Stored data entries
====================
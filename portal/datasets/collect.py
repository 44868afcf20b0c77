"""Removing blobs no version refers to, and staging left behind by uploads and validations.

A crash between storing blobs and committing a version leaves unreferenced blobs; a broken-off
browser upload or chunk leaves staging files; a failed or rejected upload leaves its archive; a
killed validation leaves its ``work-*`` folder. All are removed once older than a grace period,
so work in progress is never touched. Resumable uploads that stopped receiving chunks are
ended first (``UPLOAD_ABANDONED_AFTER_S``).
"""

import re
import shutil
import time
from pathlib import Path

from django.apps import apps
from django.conf import settings

from portal.datasets import blobs
from portal.datasets.models import Upload
from portal.datasets.services import STAGED_STATES, expire_abandoned
from portal.jobs.models import Job, JobState

#: Every model field that holds a blob's sha256. Add new ones here.
BLOB_REFERENCES = [
    ("datasets.VersionFile", "sha256"),
    ("features.RecordingFeatures", "table_sha256"),
    ("features.FeatureSet", "table_sha256"),
    ("features.FeatureSet", "sidecar_sha256"),
    ("training.ModelRelease", "model_sha256"),
    ("training.ModelRelease", "card_sha256"),
    ("training.ModelRelease", "spec_sha256"),
    ("training.ModelRelease", "bundle_sha256"),
]

#: A work folder made by ``temporary_dir(job, token)``: work-job<id>-<claim token>-<random>.
WORK_OWNER = re.compile(r"^work-job(\d+)-([0-9a-f]+)-")


def referenced_blobs():
    found = set()
    for label, field in BLOB_REFERENCES:
        found.update(apps.get_model(label).objects.values_list(field, flat=True).distinct())
    return found


def _tree(path):
    """(bytes, newest modification time) of a file or of everything in a folder."""
    if not path.is_dir():
        stat = path.stat()
        return stat.st_size, stat.st_mtime
    size, newest = 0, path.stat().st_mtime
    for item in path.rglob("*"):
        try:
            stat = item.lstat()
        except FileNotFoundError:  # removed while we looked
            continue
        newest = max(newest, stat.st_mtime)
        if item.is_file():
            size += stat.st_size
    return size, newest


def _work_in_use(name):
    """True while the job named in a work folder's name still runs under that claim."""
    owner = WORK_OWNER.match(name)
    if owner is None:
        return False
    job_id, token = owner.groups()
    return Job.objects.filter(pk=int(job_id), state=JobState.RUNNING, claim=token).exists()


def _staging_owners():
    """{staging file name: (upload id, state)} of every upload that names a staging file."""
    return {name: (pk, state) for pk, name, state in
            Upload.objects.exclude(staging_name="").values_list("pk", "staging_name", "state")}


def _staging_reason(path, owners):
    """Why a staging entry may go (once old enough), or None while something still needs it."""
    name = path.name
    if name.startswith("work-"):
        return None if _work_in_use(name) else "work folder of a validation that stopped"
    archive, _, piece = name.partition(".chunk-")
    upload_id, state = owners.get(archive, (None, None))
    if piece:
        return "chunk that was never completed"
    if upload_id is None:
        return "no upload refers to it"
    if state in STAGED_STATES:
        return None
    return f"archive of upload {upload_id}, which is {state}"


def collect(*, older_than_s=3600.0, dry_run=False):
    """End abandoned resumable uploads, then remove unreferenced blobs, unfinished blob writes
    and staging entries nothing needs, each once older than ``older_than_s``.

    Returns the names and bytes removed (or that would be, with ``dry_run``) and the uploads
    ended as abandoned.
    """
    abandoned = expire_abandoned(dry_run=dry_run)
    cutoff = time.time() - older_than_s
    keep = referenced_blobs()
    items = []
    # A blob stored after the references were read is younger than the grace period: it stays.
    store = blobs.store()
    for entry, reason in [*((e, None if e.name in keep else "no version or result refers to it")
                            for e in store.blobs()),
                          *((e, "unfinished write") for e in store.unfinished())]:
        if reason is None or entry.modified > cutoff:
            continue
        items.append({"kind": "blob", "name": entry.name, "bytes": entry.bytes, "why": reason})
        if not dry_run:
            store.remove(entry)
    candidates = []
    staging = Path(settings.STAGING_ROOT)
    owners = _staging_owners()
    for path in sorted(staging.iterdir()) if staging.exists() else []:
        if path.name.startswith(("upload-", "work-")):
            candidates.append((path, "staging", _staging_reason(path, owners)))
    for path, kind, reason in candidates:
        if reason is None:
            continue
        size, newest = _tree(path)
        if newest > cutoff:
            continue
        items.append({"kind": kind, "name": path.name, "bytes": size, "why": reason})
        if not dry_run:
            if path.is_dir():
                shutil.rmtree(path, ignore_errors=True)
            else:
                path.unlink(missing_ok=True)
    items += [{"kind": "staging", "name": a["staging"], "bytes": a["bytes"],
               "why": f"upload {a['upload']} abandoned (no chunk for "
                      f"{settings.UPLOAD_ABANDONED_AFTER_S / 3600:g} hours)"} for a in abandoned]
    return {
        "blobs": [i["name"] for i in items if i["kind"] == "blob"],
        "staging": [i["name"] for i in items if i["kind"] == "staging"],
        "items": items,
        "bytes": sum(i["bytes"] for i in items),
        "abandoned_uploads": [a["upload"] for a in abandoned],
    }
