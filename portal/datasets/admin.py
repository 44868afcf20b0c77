from django.contrib import admin

from portal.datasets.models import (
    Block,
    DatasetVersion,
    Participant,
    Recording,
    Upload,
    VersionFile,
)
from portal.operator_admin import ReadOnlyAdmin


@admin.register(Upload)
class UploadAdmin(ReadOnlyAdmin):
    """An upload still receiving or waiting is withdrawn with manage.py withdraw_upload."""

    list_display = ("id", "site", "study", "state", "source", "label", "created_at")
    list_filter = ("state", "site")


@admin.register(DatasetVersion)
class DatasetVersionAdmin(ReadOnlyAdmin):
    list_display = ("id", "site", "study", "number", "n_files", "created_at")


@admin.register(VersionFile)
class VersionFileAdmin(ReadOnlyAdmin):
    list_display = ("path", "version", "bytes", "sha256")


@admin.register(Participant)
class ParticipantAdmin(ReadOnlyAdmin):
    list_display = ("label", "site")


@admin.register(Recording)
class RecordingAdmin(ReadOnlyAdmin):
    list_display = ("path", "version", "task", "sfreq_hz", "n_channels", "duration_s")


@admin.register(Block)
class BlockAdmin(ReadOnlyAdmin):
    list_display = ("recording", "onset_s", "duration_s", "condition", "rating", "level")
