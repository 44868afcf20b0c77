"""What a dataset version stores about its files: the manifest hash and the difference from
its parent. Shared by the validation job (which writes them) and by everything that writes
versions otherwise (restoring one, the bulk study of ``portal.demo``), so they agree.

``files`` maps each path to (sha256, bytes).
"""

import hashlib
import json


def manifest_sha256(files):
    """sha256 of the sorted (path, sha256, bytes) list as compact JSON."""
    rows = sorted((path, sha, size) for path, (sha, size) in files.items())
    return hashlib.sha256(json.dumps(rows, separators=(",", ":")).encode()).hexdigest()


def file_diff(parent_files, files):
    """Paths added, removed and changed since the parent, and how many are unchanged."""
    added = sorted(set(files) - set(parent_files))
    removed = sorted(set(parent_files) - set(files))
    changed = sorted(p for p in set(files) & set(parent_files) if files[p] != parent_files[p])
    return {"added": added, "removed": removed, "changed": changed,
            "unchanged": len(set(files) & set(parent_files)) - len(changed)}
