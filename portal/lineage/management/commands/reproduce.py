import json

from django.core.management.base import BaseCommand, CommandError

from portal.commands import wait_until_settled
from portal.lineage import reproduce
from portal.lineage.models import Reproduction


class Command(BaseCommand):
    help = ("Compute a stored feature set (features:ID) or quality result (qc:ID) again from "
            "its record in a worker, and say whether the new result's sha256 equals the "
            "stored one. Exit status 1 when it differs.")

    def add_arguments(self, parser):
        parser.add_argument("subject", metavar="KIND:ID", help="features:ID or qc:ID")
        parser.add_argument("--wait", action="store_true", help="wait for the worker")
        parser.add_argument("--timeout-s", type=float, default=3600.0)
        parser.add_argument("--json", action="store_true", help="print one JSON object")

    def handle(self, *args, subject, wait, timeout_s, **options):
        try:
            kind, obj = reproduce.subject_object(subject)
            item = reproduce.start(kind, obj, user=None)
        except ValueError as exc:
            raise CommandError(str(exc)) from None
        if wait:
            def status():
                item.refresh_from_db()
                if item.error:
                    return "failed", item.error
                return ("done" if item.matches is not None else "running"), ""

            wait_until_settled(status, timeout_s=timeout_s, what=f"reproduction {item.pk}")
        item = Reproduction.objects.get(pk=item.pk)
        out = {"reproduction": item.pk, "subject": item.subject,
               "original_sha256": item.original_sha256, "new_sha256": item.new_sha256 or None,
               "matches": item.matches, "error": item.error or None, "details": item.details}
        if options["json"]:
            self.stdout.write(json.dumps(out, sort_keys=True))
        else:
            state = {True: "same result", False: "DIFFERENT result", None: "queued"}[item.matches]
            self.stdout.write(f"reproduction {item.pk} of {item.subject}: {state}")
        if item.error:
            raise CommandError(f"computing {subject} again failed: {item.error}")
        if item.matches is False:
            raise SystemExit(1)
====================
Transcribe, exactly as written, all lines of the entries above from the first to the one containing "return size, newest", and no more.

filename portal/datasets/collect.py
repository 44868afcf20b0c77
"""Removing blobs no version refers to, and staging left behind by uploads and validations.

A crash between storing blobs and committing a version leaves unreferenced blobs; a broken-off
browser upload or chunk leaves staging files; a failed or rejected upload leaves its archive; a
killed validation leaves its ``work-*`` folder. All are removed once older than a grace period,
so work in progress is never touched. Resumable uploads that stopped receiving chunks are
ended first (``UPLOAD_ABANDONED_AFTER_S``).
"""

import re
import shutil
import time
from pathlib import Path

from django.apps import apps
from django.conf import settings

from portal.datasets import blobs
from portal.datasets.models import Upload
from portal.datasets.services import STAGED_STATES, expire_abandoned
from portal.jobs.models import Job, JobState

#: Every model field that holds a blob's sha256. Add new ones here.
BLOB_REFERENCES = [
    ("datasets.VersionFile", "sha256"),
    ("features.RecordingFeatures", "table_sha256"),
    ("features.FeatureSet", "table_sha256"),
    ("features.FeatureSet", "sidecar_sha256"),
    ("training.ModelRelease", "model_sha256"),
    ("training.ModelRelease", "card_sha256"),
    ("training.ModelRelease", "spec_sha256"),
    ("training.ModelRelease", "bundle_sha256"),
]

#: A work folder made by ``temporary_dir(job, token)``: work-job<id>-<claim token>-<random>.
WORK_OWNER = re.compile(r"^work-job(\d+)-([0-9a-f]+)-")


def referenced_blobs():
    found = set()
    for label, field in BLOB_REFERENCES:
        found.update(apps.get_model(label).objects.values_list(field, flat=True).distinct())
    return found


def _tree(path):
    """(bytes, newest modification time) of a file or of everything in a folder."""
    if not path.is_dir():
        stat = path.stat()
        return stat.st_size, stat.st_mtime
    size, newest = 0, path.stat().st_mtime
    for item in path.rglob("*"):
        try:
            stat = item.lstat()
        except FileNotFoundError:  # removed while we looked
            continue
        newest = max(newest, stat.st_mtime)
        if item.is_file():
            size += stat.st_size
    return size, newest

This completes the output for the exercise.